Child Development Stages: From Prenatal to Late Adulthood

Child Development: From Prenatal to Late Adulthood

Development involves a change of behavior in the individual, an adaptation to the environment. Mechanistic theory makes a comparison between man and machine (but not reactive power initiative). Cognitive theory states that the individual develops. Psychoanalytic theory (Freud) says that development occurs between natural impulses and societal restrictions. Humanistic theory (Maslow) states there are a number of needs expressed by man, who attends in a hierarchy according to their basic needs, moving from level to level (physiological, security, belonging and love, esteem, and self-actualization).

The psychobiology of motor skills (Wallon) says it is the basis for developing mental processes; without motor skills, higher mental processes would not develop correctly. The maturist view of Gesell is similar to the previous one.

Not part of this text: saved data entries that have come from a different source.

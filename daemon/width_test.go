package daemon

import (
	"fmt"
	"log/slog"
	"math/rand/v2"
	"slices"
	"strconv"
	"strings"
	"testing"
	"time"

	"lariat/config"
	"lariat/sink/natstest"
)

// TestNameFlood sends, through the real daemon and its embedded NATS
// server, a legitimate stream, then 50,000 records each carrying a fresh
// junk channel name besides the real channels, then the real stream with a
// new legitimate channel. The cap fills, the junk values are dropped and
// counted (lariat_features_dropped_total), junk slots age out and are
// counted (lariat_feature_slots_freed_total), the model keeps publishing
// through the flood, the new channel gets a slot within about one window
// of records after the flood stops and enters the model, and no published
// document ever fails or names a junk channel once its slot is freed.
func TestNameFlood(t *testing.T) {
	if testing.Short() {
		t.Skip("50,000 records through the daemon")
	}
	const window, flood, batch = 1000, 50000, 250
	m := testModel("flood", "flood.records", config.LossSquared)
	m.Window.Records, m.Holdout.Records, m.MaxFeatures = window, 250, 16
	var logs syncBuffer
	td := startDaemon(t, testConfig(t, m), WithLogger(slog.New(slog.NewTextHandler(&logs, nil))))
	natstest.WaitFor(t, 10*time.Second, td.Ready)
	pub := connect(t, td.NATSURL())
	w := td.byName["flood"]
	rng := rand.New(rand.NewPCG(7, 8))
	applied := func() float64 {
		return metricValue(t, td.Daemon, "lariat_records_accepted_total", map[string]string{"model": "flood"})
	}
	sent := 0
	send := func(n int, junk func(i int) string, withD bool) {
		t.Helper()
		for i := range n {
			a, b, c, d := rng.NormFloat64(), rng.NormFloat64(), rng.NormFloat64(), rng.NormFloat64()
			y := 2*a - b + 0.1*rng.NormFloat64()
			var sb strings.Builder
			fmt.Fprintf(&sb, `{"y":%.4f,"x":{"a":%.4f,"b":%.4f,"c":%.4f`, y+boolF(withD)*1.5*d, a, b, c)
			if withD {
				fmt.Fprintf(&sb, `,"d":%.4f`, d)
			}
			if junk != nil {
				fmt.Fprintf(&sb, `,%q:1`, junk(i))
			}
			sb.WriteString("}}")
			if err := pub.Publish(m.Subject, []byte(sb.String())); err != nil {
				t.Fatal(err)
			}
		}
		sent += n
		natstest.WaitFor(t, 60*time.Second, func() error {
			if got := applied(); int(got) < sent {
				return fmt.Errorf("%v of %d applied", got, sent)
			}
			return nil
		})
	}
	names := func() (out []string) {
		w.exec(func() { out = slices.Clone(w.pipe.Names()) })
		return out
	}
	send(2000, nil, false)
	natstest.WaitFor(t, 10*time.Second, func() error {
		if w.snap.Load() == nil {
			return fmt.Errorf("nothing published")
		}
		return nil
	})
	before := w.snap.Load().Doc.Version
	junkName := func(i int) string { return "junk" + strconv.Itoa(i) }
	send(flood, junkName, false)
	after := w.snap.Load()
	if after.Doc.Version <= before {
		t.Fatalf("no version published during the flood (%d then %d)", before, after.Doc.Version)
	}
	dropped := metricValue(t, td.Daemon, "lariat_features_dropped_total", map[string]string{"model": "flood"})
	freed := metricValue(t, td.Daemon, "lariat_feature_slots_freed_total", map[string]string{"model": "flood"})
	// 13 slots for junk; each can be reused once per FreeAfter records.
	if dropped < flood*9/10 || freed == 0 {
		t.Fatalf("dropped %v, freed %v of %d junk names", dropped, freed, flood)
	}
	t.Logf("flood: %v names dropped, %v slots freed, version %d → %d", dropped, freed, before, after.Doc.Version)
	if n := strings.Count(logs.String(), "feature cap reached"); n != 1 {
		t.Errorf("the flood was logged %d times, want once", n)
	}
	// The new legitimate channel: count the records until it has a slot.
	got := 0
	for got = 0; !slices.Contains(names(), "d"); got += batch {
		if got > 3*window {
			t.Fatalf("no slot for a new channel %d records after the flood; names %q", got, names())
		}
		send(batch, nil, true)
	}
	limit := freeAfter(&m) + 64 + batch // a whole window, a scan, one batch
	t.Logf("new channel got its slot within %d records after the flood (window %d, free after %d)", got, window, freeAfter(&m))
	if got > limit {
		t.Fatalf("slot after %d records, want at most %d", got, limit)
	}
	// Two more windows: the junk is gone from the names and the document,
	// and d is in the model.
	send(2*window+batch, nil, true)
	natstest.WaitFor(t, 20*time.Second, func() error {
		s := w.snap.Load()
		for _, n := range s.Names {
			if strings.HasPrefix(n, "junk") {
				return fmt.Errorf("document still names %s", n)
			}
		}
		if s.Doc.Coefficients["d"] == 0 {
			return fmt.Errorf("d not in the model: %v", s.Doc.Coefficients)
		}
		return nil
	})
	for _, n := range names() {
		if strings.HasPrefix(n, "junk") {
			t.Errorf("pipeline still names %s", n)
		}
	}
	if f := metricValue(t, td.Daemon, "lariat_model_publish_failures_total", map[string]string{"model": "flood"}); f != 0 {
		t.Errorf("%v publication failures", f)
	}
}

func boolF(b bool) float64 {
	if b {
		return 1
	}
	return 0
}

Current Trends in Motor Development

It used to be said that the more a skill is repeated, the better the learning, but today, interference is said to work best; this causes contextual interference.

Child Development Process

It is always from simple to complex, from general to specific, based on the cephalocaudal and proximodistal laws.

Phases:

  • Egg Formation: Zygote.
  • Prenatal Stage: From egg to birth.
  • Early Childhood (0-3 years): Adjustment of basic functions of our organs and motor skills.
  • Second Childhood (3-6 years): Improvement of basic functions; primary reflexes are lost, and voluntary motor skills develop.
  • Childhood (6-12 years): The final stage; the nervous system is completely developed.
  • Adolescence (12-18 years): Ups and downs; individuals become more awkward, and psychologically, they are in their own world. There are significant differences between boys and girls.
  • Early Adulthood (18-35 years): Decisions are made about the future.
  • Middle Adulthood (35-65 years): The end of the productive stage.
  • Late Adulthood (Old Age): Physical and intellectual decline.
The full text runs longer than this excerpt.